Scan the material below for the word "ratio", then copy every line in which it appears.
'''
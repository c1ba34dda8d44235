// SPDX-License-Identifier: GPL-2.0-or-later
#pragma once

#include <span>
#include <vector>

#include "model/sky_model.h"
#include "physics/response.h"

namespace foreglow {

/// Makes channels without a beam: the spectral law, averaged over the band, in each pixel by itself.
class PixelRoute {
  public:
    /// @param bands      [channels], in the study's unit
    /// @param tolerance  largest relative error of a pixel
    /// @throws NumericError where a band is too wide for the range of indices
    PixelRoute(const SkyModel& sky, std::span<const BandSum> bands, bool polarized, double tolerance);

    [[nodiscard]] std::size_t channel_count() const { return channel_count_; }
    /// Returns the largest relative error of a pixel of I, or of P, that this channel's average makes.
    [[nodiscard]] double error_of(std::size_t channel) const;

    /// Writes pixels begin..end of a strip as the channel sees them, in the study's unit.
    /// @param out        [1 or 3][end - begin]: I, or I, Q, U (COSMO)
    /// @param precision  of the exponential
    void make_pixels(const SkyStrip& strip, std::size_t channel, std::size_t begin, std::size_t end,
                     std::span<const std::span<double>> out,
                     ExpPrecision precision = ExpPrecision::Double) const;

    /// Makes the strip that make_pixels wants.
    [[nodiscard]] SkyStrip make_strip(const SkyModel& sky, const RingStrip& strip) const;

  private:
    void make_node_pixels(const SkyStrip& strip, std::size_t channel, std::size_t begin, std::size_t end,
                          std::span<const std::span<double>> out) const;

    std::size_t channel_count_;
    bool polarized_;
    Matrix node_weights_, polarized_weights_;  ///< [channels][K] of a sky given at nodes
    std::vector<double> node_errors_;          ///< [channels]
    std::vector<BandFactor> intensity_laws_;
    std::vector<BandFactor> polarized_laws_;  ///< empty where Q and U share the intensity's
};

}  // namespace foreglow
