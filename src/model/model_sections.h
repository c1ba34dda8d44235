// SPDX-License-Identifier: GPL-2.0-or-later
#pragma once

#include <filesystem>
#include <optional>

#include "io/toml_reader.h"
#include "model/model_spec.h"

namespace foreglow {

/// Read one section of a model file each; every key of the section is checked.
/// @param folder  what paths are relative to
/// @throws InputError with the place
[[nodiscard]] SketchSpec read_sketch(TomlReader reader);
[[nodiscard]] IntensitySpec read_intensity(TomlReader reader, const std::filesystem::path& folder);
[[nodiscard]] PolarizationSpec read_polarization(TomlReader reader, const std::filesystem::path& folder);
[[nodiscard]] IndexSpec read_index(TomlReader reader, const std::filesystem::path& folder);
[[nodiscard]] ValueOrMap read_curvature(TomlReader reader, const std::filesystem::path& folder,
                                        std::optional<ScatterSpec>& scatter);

/// Reads the keys that say how one column of a brightness map is laid out: column, hdu, ordering, frame,
/// unit.
void read_map_layout(TomlReader& reader, MapSource& source);

/// Reads `NAME_map`: a path, or an inline table with map, column, hdu, ordering and frame.
[[nodiscard]] std::optional<MapSource> read_named_map(TomlReader& reader, const std::string& key,
                                                      const std::string& section,
                                                      const std::filesystem::path& folder);

}  // namespace foreglow
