// SPDX-License-Identifier: GPL-2.0-or-later
#include "model/detail_intensity.h"

#include <algorithm>
#include <cmath>

#include "base/error.h"
#include "base/normal_kernel.h"
#include "base/parallel.h"
#include "math/vector_exp.h"
#include "model/detailed_sky.h"
#include "model/lognormal_spectrum.h"
#include "model/sky_region.h"
#include "sphere/angular_correlation.h"
#include "sphere/harmonics.h"

namespace foreglow {
namespace {

constexpr std::int64_t block = 16384;
constexpr double largest_steepness = 1;

FOREGLOW_WIDE
void add_products(const double* base, const float* weights, double* drawn, std::size_t count) {
    for (std::size_t i = 0; i < count; ++i)
        drawn[i] = base[i] + static_cast<double>(weights[i]) * drawn[i];
}

FOREGLOW_WIDE
void multiply_lognormal(const double* base, const float* weights, double half_variance, double* drawn,
                        std::size_t count) {
    for (std::size_t i = 0; i < count; ++i) {
        const double factor = vector_exp(drawn[i] - half_variance);
        const double added = base[i] + static_cast<double>(weights[i]) * drawn[i];
        drawn[i] = base[i] > 0 ? base[i] * factor : added;
    }
}

FOREGLOW_WIDE
void multiply_steep(const double* base, const float* weights, const float* steepness, double* drawn,
                    std::size_t count) {
    for (std::size_t i = 0; i < count; ++i) {
        const double s = static_cast<double>(steepness[i]);
        const double factor = vector_exp(s * drawn[i] - 0.5 * s * s);
        const double added = base[i] + static_cast<double>(weights[i]) * drawn[i];
        drawn[i] = base[i] > 0 ? base[i] * factor : added;
    }
}

}  // namespace

DetailIntensity::DetailIntensity(const DetailSpec& spec, std::shared_ptr<const SkyMap> map,
                                 const DetailReport& report, Modulation modulation,
                                 std::span<const double> region)
    : template_(std::move(map)),
      lmax_(report.lmax),
      lognormal_(spec.form == DetailForm::Lognormal),
      drawn_cl_(report.added.tt),
      weights_(std::move(modulation.weights)),
      floored_(modulation.floored) {
    rms_added_ = std::sqrt(variance_of_spectrum(drawn_cl_));
    const double mean_square =
        region_mean(region, [&](std::size_t i) { return template_->values[i] * template_->values[i]; });
    relative_rms_ = mean_square > 0 ? rms_added_ / std::sqrt(mean_square) : 0.0;
    if (lognormal_ && rms_added_ > 0) {
        FOREGLOW_EXPECTS(mean_square > 0);
        if (spec.modulation == 1)
            prepare_lognormal(mean_square);
        else
            prepare_steepness(region);
    }
}

// G has the spectrum whose exponential has the relative target; w sqrt(<I_T^2>) G stands in where it cannot
// multiply.
void DetailIntensity::prepare_lognormal(double mean_square) {
    scale_ = 1 / mean_square;
    for (double& cl : drawn_cl_)
        cl *= scale_;
    LognormalSpectrum g = make_lognormal_spectrum(drawn_cl_);
    drawn_cl_ = std::move(g.cl);
    half_variance_ = 0.5 * g.variance;
    clipped_ = g.clipped;
    const auto kelvin = static_cast<float>(std::sqrt(mean_square));
    for (float& w : weights_)
        w *= kelvin;
}

void DetailIntensity::prepare_steepness(std::span<const double> region) {
    const auto& values = template_->values;
    const auto relative = [&](std::size_t i) {
        const double ratio = values[i] > 0 ? static_cast<double>(weights_[i]) * rms_added_ / values[i] : 0.0;
        return ratio * ratio;
    };
    steepness_.resize(values.size());
    for (std::size_t i = 0; i < values.size(); ++i) {
        const double s = std::sqrt(kernel::natural_log(1 + relative(i)));
        if (is_defined(s)) steepest_ = std::max(steepest_, s);
        steepness_[i] = static_cast<float>(std::min(s, largest_steepness));
    }
    // The shape of the correlation changes with the steepness; it is inverted for that of the region.
    const double typical = region_mean(region, relative);
    scale_ = typical / (rms_added_ * rms_added_);
    for (double& cl : drawn_cl_)
        cl *= scale_;
    LognormalSpectrum g = make_lognormal_spectrum(drawn_cl_);
    clipped_ = g.clipped;
    drawn_cl_ = std::move(g.cl);
    norm_ = 1 / g.variance;
    for (double& cl : drawn_cl_)
        cl *= norm_;
    const auto kelvin = static_cast<float>(rms_added_);
    for (float& w : weights_)
        w *= kelvin;
}

std::shared_ptr<const SkyMap> DetailIntensity::realize(const DrawKey& key, std::int64_t& not_positive) const {
    auto out = std::make_shared<SkyMap>();
    out->grid = template_->grid;
    out->frame = template_->frame;
    out->unit = template_->unit;
    out->values = synthesize(draw_intensity(drawn_cl_, lmax_, key), template_->grid);
    const double* base = template_->values.data();
    parallel_for_blocks(template_->grid.npix(), block, [&](std::int64_t begin, std::int64_t end) {
        const auto n = static_cast<std::size_t>(end - begin);
        double* drawn = out->values.data() + begin;
        if (!lognormal_)
            add_products(base + begin, weights_.data() + begin, drawn, n);
        else if (steepness_.empty())
            multiply_lognormal(base + begin, weights_.data() + begin, half_variance_, drawn, n);
        else
            multiply_steep(base + begin, weights_.data() + begin, steepness_.data() + begin, drawn, n);
    });
    not_positive = 0;
    if (lognormal_)
        not_positive = std::count_if(template_->values.begin(), template_->values.end(),
                                     [](double v) { return v <= 0; });
    return out;
}

void DetailIntensity::describe(DetailReport& report) const {
    report.rms_added = rms_added_;
    report.relative_rms = relative_rms_;
    report.floored = floored_;
    report.clipped = clipped_;
    report.steepest = steepest_;
}

}  // namespace foreglow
'''
** EXPECTED ANSWER **
        const double ratio = values[i] > 0 ? static_cast<double>(weights_[i]) * rms_added_ / values[i] : 0.0;
        return ratio * ratio;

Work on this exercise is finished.